Erdogan accuses West of ‘double standards’ on freedom of media
ANKARA (AA) – Türkiye’s President Recep Tayyip Erdogan on Wednesday accused the West of adopting “double standards” on freedom of media.
Speaking at the 7th Anatolian Media Awards ceremony in the capital Ankara, Erdogan said: “Those accusing Türkiye of censorship remain silent about those (Twitter) doing real censorship.
“We are witnessing the same double standard in the process of a social media company, which has been recently taken over,” Erdogan said, alluding to Twitter and the recent release of its internal files.
He added: “With whom this social media platform, which supposedly never compromises on freedom and personal privacy, does business, what it serves behind the scenes, and how it censors people and ideas that it does not like are revealed one by one.”
He said international media and human rights organizations were silent on such scandals.

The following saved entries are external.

describe("the 3D viewer on the demo roof", () => {
  it("opens the latest revision, draws it with WebGL in a handful of draw calls", async () => {
    const viewer = new ViewerPage(page);
    await viewer.open(projectId);
    const frame = await viewer.measureFrame();
    expect(frame).not.toBeNull();
    expect(frame!.triangles).toBeGreaterThan(0);
    // Every layer is instanced, so the count does not grow with members, runs, clashes or pins: members 2
    // (carrying force, zero-force), nodes + supports + load arrows 3, grid 1, MEP runs and clash markers at most 4,
    // pins at most 3, influence map at most 1. Members alone stay within the 10.
    expect(frame!.calls).toBeLessThanOrEqual(14);
    await screenshot(page, "viewer-demo-roof");
  });

  it("draws every load case and combination from its columns, with legend counts that match the stored JSON results", async () => {
    const viewer = new ViewerPage(page);
    // The viewer draws from the binary result columns (issue 13 item 4): each result chosen is fetched as
    // application/octet-stream from its own endpoint (or was already fetched once, the answer being immutable).
    const columnsFetched = new Set<string>();
    page.on("response", (answer) => {
      const match = /\/models\/1\/results\/([^/?]+)$/.exec(new URL(answer.url()).pathname);
      if (match && answer.status() === 200 && answer.headers()["content-type"] === "application/octet-stream") columnsFetched.add(decodeURIComponent(match[1]));
    });
    const response = await page.request.get(appUrl(`/api/projects/${projectId}/models/1`));
    expect(response.status()).toBe(200);
    const { revision } = (await response.json()) as { revision: Revision };
    const memberIds = revision.model.members.map((m) => m.id);
    const ids = [...revision.model.combinations.map((c) => c.id), ...revision.model.loadCases.map((c) => c.id)];
    expect(ids.length).toBeGreaterThan(1);
    for (const id of ids) {
      await viewer.chooseResult(id);
      await expect.poll(() => viewer.legendResultLabel()).toContain(id);
      const expected = expectedCounts(memberIds, revision.analysis.result.results[id]);
      expect(expected.tension + expected.compression + expected["zero-force"]).toBe(memberIds.length);
      expect(await viewer.legendCounts()).toEqual(expected);
      expect(await viewer.hookCounts()).toEqual(expected);
      // The first result was fetched when the page opened (before the listener); every other one now.
      if (id !== ids[0]) expect(columnsFetched.has(id)).toBe(true);
    }
    await screenshot(page, "viewer-last-result");
  });

  it("opens the member panel with forces in every result, the review and the standing caution", async () => {
    const viewer = new ViewerPage(page);
    const response = await page.request.get(appUrl(`/api/projects/${projectId}/models/1`));
    const { revision } = (await response.json()) as { revision: Revision };
    const member = revision.model.members[0].id;
    await viewer.selectMember(member);
    expect(await page.getByTestId("member-panel-id").textContent()).toBe(`Member ${member}`);
    const rows = page.getByTestId("member-panel-forces").locator("tr");
    // The forces come from the member's own endpoint after the panel opens.
    await expect.poll(() => rows.count(), { timeout: 30_000 }).toBe(revision.model.loadCases.length + revision.model.combinations.length);
    await page.getByTestId("member-panel-verdict").waitFor();
    expect(await page.getByTestId("standing-caution").textContent()).toContain("engineer of record");
    await page.getByTestId("whatif-remove").click();
    await page.getByTestId("removal-result").waitFor({ timeout: 60_000 });
    await screenshot(page, "viewer-member-panel");
  });

  it("shows the overall stability (αcr) of the chosen design combination as stored, and draws its buckling mode", async () => {
    const viewer = new ViewerPage(page);
    const response = await page.request.get(appUrl(`/api/projects/${projectId}/models/1`));
    const { revision } = (await response.json()) as {
      revision: { analysis: { review: { stability: { limit: number; results: { result: string; alphaCr: number | null; shape: number[] | null }[] } } } };
    };
    const stability = revision.analysis.review.stability;
    expect(stability.limit).toBe(10); // EN 1993-1-1 5.2.1(3)
    const first = stability.results.find((r) => r.alphaCr !== null && r.shape !== null)!;
    await viewer.chooseResult(first.result);
    const shown = first.alphaCr! >= 1000 ? first.alphaCr!.toExponential(2) : first.alphaCr!.toPrecision(3);
    await expect.poll(() => page.getByTestId("stability-alpha").textContent()).toBe(`αcr = ${shown}`);
    await page.getByTestId("stability-draw-mode").click();
    await expect.poll(() => page.evaluate(() => window.__strutroom?.shownMode() ?? null)).toBe(`Buckling mode of ${first.result}`);
    await screenshot(page, "viewer-buckling-mode");
    await page.getByTestId("stability-draw-mode").click();
    await expect.poll(() => page.evaluate(() => window.__strutroom?.shownMode() ?? null)).toBeNull();
  });

  it("says in the member panel whether any roof load could make the member work, and which patterns 'idle' rests on", async () => {
    // The demo's west gable chords run along y between nodes held in y and z (lib/analysis/demo-roof.ts): their
    // elongation is always zero, so no load anywhere makes them work (statics; unit test in lib/review/any-load.test.ts).
    const viewer = new ViewerPage(page);
    await viewer.selectMember("TCY-0-5");
    await expect.poll(() => page.getByTestId("any-load-verdict").textContent()).toMatch(/^Idle for any roof load: no load at any of the \d+ top-layer nodes/);
    expect(await page.getByTestId("member-panel-patterns").textContent()).toMatch(/holds for the load patterns analysed: dead \(/);
    await viewer.selectMember("BCX-7-5");
    await expect.poll(() => page.getByTestId("any-load-verdict").textContent()).toMatch(/^Works under roof load; most at T-/);
    await screenshot(page, "viewer-any-load");
  });

  it("opens a support node and reads its reaction in every result as stored, and the reaction at a member's supported end (issue 15 item 8)", async () => {
    type Stored = {
      model: Omit<Revision["model"], "members"> & { supports: { node: string }[]; members: { id: string; i: string; j: string }[] };
      analysis: { result: { results: Record<string, { reactions: Record<string, { fx: number; fy: number; fz: number }>; displacements: Record<string, { ux: number; uy: number; uz: number }> }> } };
    };
    const response = await page.request.get(appUrl(`/api/projects/${projectId}/models/1`));
    const { revision } = (await response.json()) as { revision: Stored };
    const ids = [...revision.model.loadCases, ...revision.model.combinations].map((c) => c.id);
    const node = revision.model.supports[0].node;
    await page.evaluate((id) => window.__strutroom!.selectNode(id), node);
    expect(await page.getByTestId("node-panel-id").textContent()).toBe(`Node ${node}`);
    // The reactions come from the node's own endpoint after the panel opens: one row per load case and combination.
    await expect.poll(() => page.getByTestId("node-panel-reactions").locator("tbody tr").count(), { timeout: 30_000 }).toBe(ids.length);
    const kN = (r: { fx: number; fy: number; fz: number }) => [r.fx, r.fy, r.fz].map((v) => v.toFixed(2));
    for (const id of ids) {
      const cells = await page.getByTestId(`node-panel-reactions-${id}`).locator("td").allTextContents();
      expect(cells.slice(1), id).toEqual(kN(revision.analysis.result.results[id].reactions[node]));
    }
    // a held node: no displacement in any result
    expect(await page.getByTestId("node-panel-displacements").locator("tbody tr").count()).toBe(ids.length);
    await screenshot(page, "viewer-node-panel-support");

    // A member meeting there shows the same reaction at that end, and both ends' displacements in every result.
    const member = revision.model.members.find((m) => m.i === node || m.j === node)!;
    const end = member.i === node ? "i" : "j";
    const other = member.i === node ? member.j : member.i;
    await new ViewerPage(page).selectMember(member.id);
    await expect.poll(() => page.getByTestId(`member-panel-reactions-${end}`).locator("tbody tr").count(), { timeout: 30_000 }).toBe(ids.length);
    const last = ids[ids.length - 1];
    expect((await page.getByTestId(`member-panel-reactions-${end}-${last}`).locator("td").allTextContents()).slice(1)).toEqual(kN(revision.analysis.result.results[last].reactions[node]));
    const d = revision.analysis.result.results[last].displacements[other];
    const column = end === "i" ? 2 : 1; // |u| at the member's other end
    expect((await page.getByTestId(`member-panel-end-displacements-${last}`).locator("td").allTextContents())[column]).toBe((Math.hypot(d.ux, d.uy, d.uz) * 1000).toFixed(1));
  });

  it("shows the checks of the whole roof: each serviceability combination's deflection against span/250 as stored, and what is not checked (issue 15 items 6, Done when)", async () => {
    const response = await page.request.get(appUrl(`/api/projects/${projectId}/models/1`));
    type Check = { combination: string; deflection: number; limit: number; utilisation: number };
    const { revision } = (await response.json()) as { revision: { analysis: { review: { deflections: Check[] } } } };
    const checks = revision.analysis.review.deflections;
    // the demo roof's one serviceability combination (lib/analysis/generator.ts: EN 1990 (6.14b) G + S)
    expect(checks.map((c) => [c.combination, c.limit])).toEqual([["SLS-1", 250]]);
    const cells = await page.getByTestId("roof-checks-deflection-SLS-1").locator("td").allTextContents();
    expect(cells[1]).toMatch(new RegExp(`^${(checks[0].deflection * 1000).toFixed(1)} at `));
    expect(cells[3]).toBe(checks[0].utilisation.toFixed(3));
    expect(await page.getByTestId("roof-checks-not-checked").textContent()).toMatch(/^Not checked: connections and nodes \(joints\).*engineer of record/);
  });

  it("exports the current view as a PNG file", async () => {
    const [download] = await Promise.all([page.waitForEvent("download"), page.getByTestId("viewer-export-png").click()]);
    expect(download.suggestedFilename()).toMatch(/\.png$/);
    const file = path.join(process.env.ARTIFACTS_DIR ?? ".artifacts", "screenshots", "viewer-export.png");
    await download.saveAs(file);
    // Every PNG file starts with the 8-byte signature 89 50 4E 47 0D 0A 1A 0A (PNG specification, section 5.2).
    expect([...readFileSync(file).subarray(0, 8)]).toEqual([0x89, 0x50, 0x4e, 0x47, 0x0d, 0x0a, 0x1a, 0x0a]);
    expect(statSync(file).size).toBeGreaterThan(10_000);
  });
});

“Those who usurped the right of communication of billions of people continue to talk about democracy and freedoms as if nothing happened,” he said.
Referring to the 2013 Gezi Park protests, the Turkish president said those who tried to present “looters in Türkiye as heroes, defined the demonstrators as terrorists when similar events took place in Paris and Washington.”
He went on to say: “We have not seen or heard of any international media outlets calling the ‘yellow vest’ protesters who set the French streets on fire as apostles of democracy, and those who raided the US Capitol building with guns as freedom fighters.”